### EXERCISE AIM
Scan the records below for the line containing "import json" and the line containing "qs = sweep.measure.quantities". Copy both, plus every line between, exactly.

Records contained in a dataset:
::::

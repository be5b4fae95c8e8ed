"""Summary tables of a sweep: aggregation over seeds, CSV and HDF5 writers, and readers.

:func:`gpe.sweep.execute.run_sweep` hands its per-point records to :func:`summarise`, which writes
``summary_runs.csv`` (one row per point and seed), ``summary_points.csv`` (one row per grid point,
seeds aggregated), ``summary.h5`` (both tables with units and the sweep file) and ``state.json``;
:func:`read_table` and :func:`read_summary` read them back. The formats are described in
``docs/sweep.md``.

Units: every column carries its unit (``beta [1/E0]``; "" for labels and ids); beta in 1/E0 with
E0 = rho kappa^2 / (4 pi); axis values in the protocol's units.
"""

from __future__ import annotations

import csv
import itertools
import json
import math
import os
import time
from dataclasses import asdict, dataclass
from pathlib import Path
from typing import Any, Mapping

from gpe.sweep.file import Axis, Point, Sweep, SweepError
from thermo.quantities import QUANTITIES

# NumPy, SciPy and h5py are imported inside functions, as in gpe.sweep.execute: a spawned worker imports
# this module (through gpe.sweep.execute) before its thread-count variables are set.

SUMMARY_FORMAT_VERSION = 1


@dataclass(frozen=True)
class SweepResult:
    """What :func:`gpe.sweep.execute.run_sweep` leaves behind: the tables (rows ordered by point id) and files.

    ``runs`` has one row per point and seed, ``points`` one per grid point (seeds aggregated);
    ``units`` maps every column name to its unit ("" for labels and ids).
    """

    out_dir: Path
    axes: tuple[Axis, ...]
    quantities: tuple[str, ...]
    runs: list[dict]
    points: list[dict]
    units: dict[str, str]
    interrupted: bool
    failed: dict[str, str]
    files: dict[str, Path]

    @property
    def complete(self) -> bool:
        """True when every point finished without error."""
        return not self.interrupted and all(r["status"] == "ok" for r in self.runs)


def write_json(path: Path, data: Any) -> None:
    tmp = path.with_name(path.name + ".tmp")
    tmp.write_text(json.dumps(data, indent=1, sort_keys=True), encoding="utf-8")
    os.replace(tmp, path)  # atomic: a killed sweep never leaves half a record


def read_json(path: Path) -> dict | None:
    try:
        return json.loads(path.read_text(encoding="utf-8"))
    except (OSError, ValueError):
        return None


def column_header(name: str, unit: str) -> str:
    """CSV header of a column: ``beta [1/E0]``, or the bare name for labels."""
    return f"{name} [{unit}]" if unit else name


def summarise(sweep: Sweep, out_dir: Path, points: list[Point], records: Mapping[str, dict],
               interrupted: bool) -> SweepResult:
    import numpy as np
    from scipy import stats

    qs = sweep.measure.quantities
    units = {"point_id": "", "grid_id": "", "seed": "", "status": "", "error": "",
             "n_seeds": "1", "n_ok": "1", "frac_beta_negative": "1"}
    units.update({a.key: a.unit for a in sweep.axes})
    runs = []
    for p in sorted(points, key=lambda p: p.point_id):
        rec = records.get(p.point_id, {"status": "pending", "values": {}, "error": ""})
        row = {"point_id": p.point_id, "grid_id": p.grid_id, "seed": p.seed}
        row.update({a.key: v for a, v in zip(sweep.axes, p.coords)})
        row.update(status=rec["status"], error=rec.get("error", ""))
        row.update({q: float(rec["values"].get(q, math.nan)) for q in qs})
        runs.append(row)
    units.update({q: QUANTITIES[q].unit for q in qs})

    agg = []
    for grid_id, group in itertools.groupby(runs, key=lambda r: r["grid_id"]):
        group = list(group)
        ok = [r for r in group if r["status"] == "ok"]
        row = {"grid_id": grid_id, **{a.key: group[0][a.key] for a in sweep.axes},
               "n_seeds": len(group), "n_ok": len(ok)}
        for q in qs:
            x = np.array([r[q] for r in ok], dtype=float)
            mean = float(x.mean()) if x.size else math.nan
            std = float(x.std(ddof=1)) if x.size > 1 else math.nan
            # Student-t 95% interval of the mean over seeds [pub: Student, Biometrika 6, 1 (1908)]
            half = float(stats.t.ppf(0.975, x.size - 1) * std / math.sqrt(x.size)) \
                if x.size > 1 else math.nan
            row.update({f"{q}_mean": mean, f"{q}_std": std, f"{q}_lo95": mean - half,
                        f"{q}_hi95": mean + half})
            for suffix in ("_mean", "_std", "_lo95", "_hi95"):
                units[q + suffix] = QUANTITIES[q].unit
        beta = np.array([r["beta"] for r in ok], dtype=float)
        row["frac_beta_negative"] = float(np.mean(beta < 0)) if beta.size else math.nan
        agg.append(row)

    files = {"runs_csv": out_dir / "summary_runs.csv", "points_csv": out_dir / "summary_points.csv",
             "hdf5": out_dir / "summary.h5", "state": out_dir / "state.json"}
    _write_csv(files["runs_csv"], runs, units)
    _write_csv(files["points_csv"], agg, units)
    _write_hdf5(files["hdf5"], sweep, runs, agg, units)
    failed = {r["point_id"]: r["error"] for r in runs if r["status"] == "failed"}
    counts = {s: sum(r["status"] == s for r in runs) for s in ("ok", "failed", "pending")}
    write_json(files["state"], {"interrupted": interrupted, "counts": counts, "failed": failed,
                                 "time_unix": time.time()})
    return SweepResult(out_dir, sweep.axes, qs, runs, agg, units, interrupted, failed, files)


def _cell(value: Any) -> str:
    if isinstance(value, float):
        return repr(value)  # round-trips exactly, so equal runs give byte-equal files
    return str(value)


def _write_csv(path: Path, rows: list[dict], units: Mapping[str, str]) -> None:
    names = list(rows[0]) if rows else []
    tmp = path.with_name(path.name + ".tmp")
    with tmp.open("w", newline="", encoding="utf-8") as fh:
        writer = csv.writer(fh, lineterminator="\n")
        writer.writerow([column_header(n, units.get(n, "")) for n in names])
        writer.writerows([_cell(r[n]) for n in names] for r in rows)
    os.replace(tmp, path)


def _write_hdf5(path: Path, sweep: Sweep, runs: list[dict], agg: list[dict],
                units: Mapping[str, str]) -> None:
    import h5py
    import numpy as np

    tmp = path.with_name(path.name + ".tmp")
    with h5py.File(tmp, "w") as h5:
        h5.attrs["format_version"] = SUMMARY_FORMAT_VERSION
        h5.attrs["sweep_text"] = sweep.text
        h5.attrs["base_protocol"] = str(sweep.base)
        h5.attrs["axes"] = json.dumps([asdict(a) for a in sweep.axes])
        h5.attrs["measure"] = json.dumps(asdict(sweep.measure))
        for group_name, rows in (("runs", runs), ("points", agg)):
            group = h5.create_group(group_name)
            names = list(rows[0]) if rows else []
            group.attrs["columns"] = json.dumps(names)
            for n in names:
                col = [r[n] for r in rows]
                if all(isinstance(v, (int, float)) and not isinstance(v, bool) for v in col):
                    data = np.asarray(col)
                else:
                    data = np.asarray([str(v) for v in col], dtype=h5py.string_dtype())
                # dataset names may not contain '/', protocol keys only use dots
                ds = group.create_dataset(n, data=data)
                ds.attrs["units"] = units.get(n, "")
    os.replace(tmp, path)


def read_table(path: str | os.PathLike) -> tuple[list[dict], dict[str, str]]:
    """Read a summary CSV back: rows keyed by bare column name, and the units of each column."""
    with Path(path).open(encoding="utf-8", newline="") as fh:
        reader = csv.reader(fh)
        header = next(reader)
        names, units = [], {}
        for h in header:
            name, _, unit = h.partition(" [")
            names.append(name)
            units[name] = unit[:-1] if unit else ""
        rows = []
        for line in reader:
            row = {}
            for n, v in zip(names, line):
                try:
                    row[n] = int(v) if v.lstrip("-").isdigit() else float(v)
                except ValueError:
                    row[n] = v
            rows.append(row)
    return rows, units


def read_summary(out_dir: str | os.PathLike) -> SweepResult:
    """Reopen the tables a finished (or interrupted) sweep wrote into ``out_dir``."""
    import h5py

    out_dir = Path(out_dir)
    path = out_dir / "summary.h5"
    try:
        h5 = h5py.File(path, "r")
    except OSError:
        raise SweepError(f"no sweep summary in '{out_dir}' (summary.h5 missing or unreadable); "
                         f"run the sweep first") from None
    with h5:
        axes = tuple(Axis(**{**a, "values": tuple(a["values"])})
                     for a in json.loads(h5.attrs["axes"]))
        quantities = tuple(json.loads(h5.attrs["measure"])["quantities"])
        units, tables = {}, {}
        for group in ("runs", "points"):
            names = json.loads(h5[group].attrs["columns"])
            cols = {n: h5[group][n][()] for n in names}
            units.update({n: str(h5[group][n].attrs["units"]) for n in names})
            n_rows = len(next(iter(cols.values()))) if cols else 0
            tables[group] = [{n: _plain(cols[n][i]) for n in names} for i in range(n_rows)]
    state = read_json(out_dir / "state.json") or {}
    failed = {r["point_id"]: r["error"] for r in tables["runs"] if r["status"] == "failed"}
    files = {"runs_csv": out_dir / "summary_runs.csv", "points_csv": out_dir / "summary_points.csv",
             "hdf5": path, "state": out_dir / "state.json"}
    return SweepResult(out_dir, axes, quantities, tables["runs"], tables["points"], units,
                       bool(state.get("interrupted", False)), failed, files)


def _plain(value: Any) -> Any:
    if isinstance(value, bytes):
        return value.decode("utf-8")
    return value.item() if hasattr(value, "item") else value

::::

### EXERCISE SOLUTION
import json
import math
import os
import time
from dataclasses import asdict, dataclass
from pathlib import Path
from typing import Any, Mapping

from gpe.sweep.file import Axis, Point, Sweep, SweepError
from thermo.quantities import QUANTITIES

# NumPy, SciPy and h5py are imported inside functions, as in gpe.sweep.execute: a spawned worker imports
# this module (through gpe.sweep.execute) before its thread-count variables are set.

SUMMARY_FORMAT_VERSION = 1


@dataclass(frozen=True)
class SweepResult:
    """What :func:`gpe.sweep.execute.run_sweep` leaves behind: the tables (rows ordered by point id) and files.

    ``runs`` has one row per point and seed, ``points`` one per grid point (seeds aggregated);
    ``units`` maps every column name to its unit ("" for labels and ids).
    """

    out_dir: Path
    axes: tuple[Axis, ...]
    quantities: tuple[str, ...]
    runs: list[dict]
    points: list[dict]
    units: dict[str, str]
    interrupted: bool
    failed: dict[str, str]
    files: dict[str, Path]

    @property
    def complete(self) -> bool:
        """True when every point finished without error."""
        return not self.interrupted and all(r["status"] == "ok" for r in self.runs)


def write_json(path: Path, data: Any) -> None:
    tmp = path.with_name(path.name + ".tmp")
    tmp.write_text(json.dumps(data, indent=1, sort_keys=True), encoding="utf-8")
    os.replace(tmp, path)  # atomic: a killed sweep never leaves half a record


def read_json(path: Path) -> dict | None:
    try:
        return json.loads(path.read_text(encoding="utf-8"))
    except (OSError, ValueError):
        return None


def column_header(name: str, unit: str) -> str:
    """CSV header of a column: ``beta [1/E0]``, or the bare name for labels."""
    return f"{name} [{unit}]" if unit else name


def summarise(sweep: Sweep, out_dir: Path, points: list[Point], records: Mapping[str, dict],
               interrupted: bool) -> SweepResult:
    import numpy as np
    from scipy import stats

    qs = sweep.measure.quantities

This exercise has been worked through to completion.